WTF. you left me with no condoms and you ate all my mac and cheese. scumbag.
i'm at a stripclub and this bitch just lit her nipples on fire!
I really hope I'm not the first person who's had to wash vomit off of cash and credit cards.
Well, I was going to ask you what happened to all my lipstick. Until I saw the giant red penis on my living room wall.
I dont know how to say this. But the hottest girl where im at has one arm.
Someone just asked me if ur the girl that fell through the floor. I HAD to say yes.
my self respect just called, its having a good time without me
It's like I'm snorkeling in an ocean of tequila.

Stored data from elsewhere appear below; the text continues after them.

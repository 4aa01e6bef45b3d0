"""The impact environment of a mission phase, as directional fluxes in the vehicle's body frame.

Scope: one entry point, :func:`phase_fluxes`, that combines everything the risk integration
needs for one phase of a mission into short lists of
:class:`~pockmark.environment.flux.DirectionalFlux`:

* **time**: the 1991 debris model's growth laws and solar activity over the phase, in epochs
  of at most one calendar year (``DEBRIS_EPOCH_STEP``), each with the F10.7 solar flux of the
  year before (:func:`debris_epochs`);
* **orbit**: circular orbits, or elliptical orbits sampled in true anomaly with exact Kepler
  time weights (:func:`~pockmark.environment.orbit.elliptical_orbit_samples`);
* **attitude**: body fixed in the local orbital frame, randomly tumbling, or spinning about a
  body axis (:class:`Attitude`);
* **sources**: the 1991 debris model (:class:`DebrisSpec`), the Grün (1985) meteoroid model
  with one of two focusing conventions (:class:`MeteoroidSpec`), and user environment tables
  (:mod:`pockmark.environment.tables`).

The result maps each source name to a list of fluxes whose directions are in the body frame
(``parameters["frame"] == "body"``) and whose weights already contain every time fraction: a
face of unit normal :math:`n` (body frame), area :math:`A` and visible fraction :math:`v_j`
receives over the phase

.. math:: N = T \\sum_{\\text{fluxes}} \\sum_j \\sum_k w_{jk}\\,\\max(0, n\\cdot u_j)\\,v_j\\,
          \\Phi_0(\\ge d_c(V_k, \\theta_j))\\,A

impacts, :math:`T` the phase duration. Lists are short by construction: debris gives one
flux per distinct orbit sample altitude (1 for a circular orbit, ``orbit_samples // 2 + 1`` for
an elliptical one; 5 by default) with its epochs averaged inside the flux's size
distribution; meteoroids give one flux (orbit samples merged exactly, see
:func:`phase_fluxes`); a user table gives one flux per distinct size distribution.

Results are memoised on disk (:func:`phase_fluxes`, ``cache``).
"""

import dataclasses
import hashlib
import logging
import math
import numbers
import warnings
from collections.abc import Mapping
from dataclasses import dataclass, field

import numpy as np

from pockmark import __version__
from pockmark.environment import _cache
from pockmark.environment.directions import fibonacci_directions
from pockmark.environment.flux import (
    FOCUSING_CONVENTIONS,
    DirectionalFlux,
    debris_flux,
    meteoroid_flux,
)
from pockmark.environment.kessler_1991 import (
    ALTITUDE_MAX,
    KESSLER_1991_GROWTH,
    _check_epoch,
    _warn,
)
from pockmark.environment.orbit import elliptical_orbit_samples, orbital_speed
from pockmark.environment.tables import table_fluxes
from pockmark.errors import InputError, ModelRangeWarning
from pockmark.geometry.frames import ATTITUDE_AXES, body_from_orbital, spin_rotations

logger = logging.getLogger(__name__)

#: Default 13-month smoothed F10.7 solar radio flux [10⁴ Jy = sfu] used by the 1991 debris
#: model when a case gives none. **Not a forecast and not a measured value**: 70 sfu is a
#: solar-minimum level. The model's debris flux is highest at low solar activity (less drag),
#: so assuming a quiet Sun when the mission's solar activity is unknown is the conservative
#: choice (common practice, no source: a rule of thumb, not a published recommendation). At
#: 400 km it gives the altitude factor Φ(400 km, 70) = 0.5 exactly (environment.md §1.3),
#: where 100 sfu gives 0.379 and 150 sfu 0.212, so the choice matters. For real work give
#: yearly values (``DebrisSpec.solar_flux = {year: sfu}``) from a solar-cycle prediction.
DEFAULT_SOLAR_FLUX = 70.0

#: Longest debris epoch [yr]. Epochs are also cut at calendar-year boundaries so that each has
#: one F10.7 value; within one year the midpoint rule errs by at most (ln 1.04)²/24 ≈ 6e-5 in
#: the fragment growth factor (g1 grows 4 %/yr) and not at all in the linear g2.
DEBRIS_EPOCH_STEP = 1.0

#: Attitude modes (:class:`Attitude`).
ATTITUDE_MODES = ("fixed", "tumbling", "spinning")

#: Lowest accepted perigee altitude [km]: the meteoroid Earth-shielding model counts the
#: atmosphere up to 100 km as part of the Earth, and nothing orbits below it.
MIN_PERIGEE_ALTITUDE = 100.0


@dataclass(frozen=True)
class Attitude:
    """How the body axes move relative to the local orbital frame.

    Attributes
    ----------
    mode : {"fixed", "tumbling", "spinning"}
        ``"fixed"``: the body is fixed in the local orbital frame (``flight_axis`` along the
        flight direction, ``nadir_axis`` toward the Earth). ``"tumbling"``: random orientation;
        every flux is replaced by its orientation average, an isotropic flux with the same
        speed distribution and the same total weight. ``"spinning"``: the fixed attitude, then
        a uniform spin about ``spin_axis``, averaged over ``spin_steps`` equally spaced angles.
    flight_axis, nadir_axis : str
        Body axes (names of :data:`~pockmark.geometry.frames.ATTITUDE_AXES`) along the flight
        direction and toward nadir; must be perpendicular. Default ``"+x"`` and ``"-z"``.
    spin_axis : str or None
        Body axis of the spin (``"spinning"`` only, required there).
    spin_steps : int
        Number of spin angles averaged, >= 1 (default 12: every 30°). The average is exact for
        any flux component varying with the spin angle as a harmonic below ``spin_steps``.
    """

    mode: str = "fixed"
    flight_axis: str = "+x"
    nadir_axis: str = "-z"
    spin_axis: str | None = None
    spin_steps: int = 12


@dataclass(frozen=True)
class PhaseSpec:
    """One mission phase: time span, orbit and attitude.

    Attributes
    ----------
    name : str
        Name used in messages and in the fluxes' parameters.
    start_year : float
        Start of the phase as a decimal year [yr].
    duration : float
        Duration [yr], > 0.
    perigee_altitude, apogee_altitude : float
        Altitudes above the Earth's equatorial radius [km]; equal for a circular orbit.
        ``MIN_PERIGEE_ALTITUDE`` < perigee <= apogee.
    inclination : float
        Orbit inclination [°], in [0, 180].
    attitude : Attitude
        Attitude during the phase.
    orbit_samples : int
        True-anomaly intervals of an elliptical orbit (default 8, giving 5 distinct
        altitudes); ignored for a circular orbit.
    """

    name: str
    start_year: float
    duration: float
    perigee_altitude: float
    apogee_altitude: float
    inclination: float
    attitude: Attitude = field(default_factory=Attitude)
    orbit_samples: int = 8


@dataclass(frozen=True)
class DebrisSpec:
    """Inputs of the 1991 orbital-debris model.

    Attributes
    ----------
    solar_flux : float or dict
        13-month smoothed F10.7 [sfu]: one value for every year, or ``{year: value}`` per
        calendar year (int keys; strings of digits are accepted). The flux at a date in year
        *Y* uses the value of year *Y − 1*, as the model requires, so a phase from 2030 to 2032
        needs the years 2029–2031. Default ``DEFAULT_SOLAR_FLUX`` (see there: not a forecast).
    projectile_density : float or str
        Debris density [g cm⁻³], > 0 (default 2.8, aluminium), or ``"kessler_1991"`` for the
        model's size law (:mod:`~pockmark.environment.density`).
    population : tuple or None
        Debris inclination families for the direction and speed distribution (see
        :func:`~pockmark.environment.debris_directions.debris_direction_distribution`);
        ``None`` for the default population.
    """

    solar_flux: float | dict = DEFAULT_SOLAR_FLUX
    projectile_density: float | str = 2.8
    population: tuple | None = None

Aside from the fact that im drinking wine straight from the bottle to save doing dishes, im also standing in front of the oven to save turning on the heater. its gonna be a rough winter.
I just told him he had gained a new brother. He immediately knew I meant the eskimo kind.
I have to remind myself to breathe. That hungover.
Please don't explain what tea bagging is to my mother.
I smell like playdoh, sex, and ruined lives. I love the weekend
Star Wars means nothing to me. I know only the basics. Darth is Luke's father. R2 is short, C3 is gold. Yoda sings Rainbow Connection. The kinda stuff EVERYONE knows.
These guys are just fucking with my heart instead of fucking me. They're fucking up.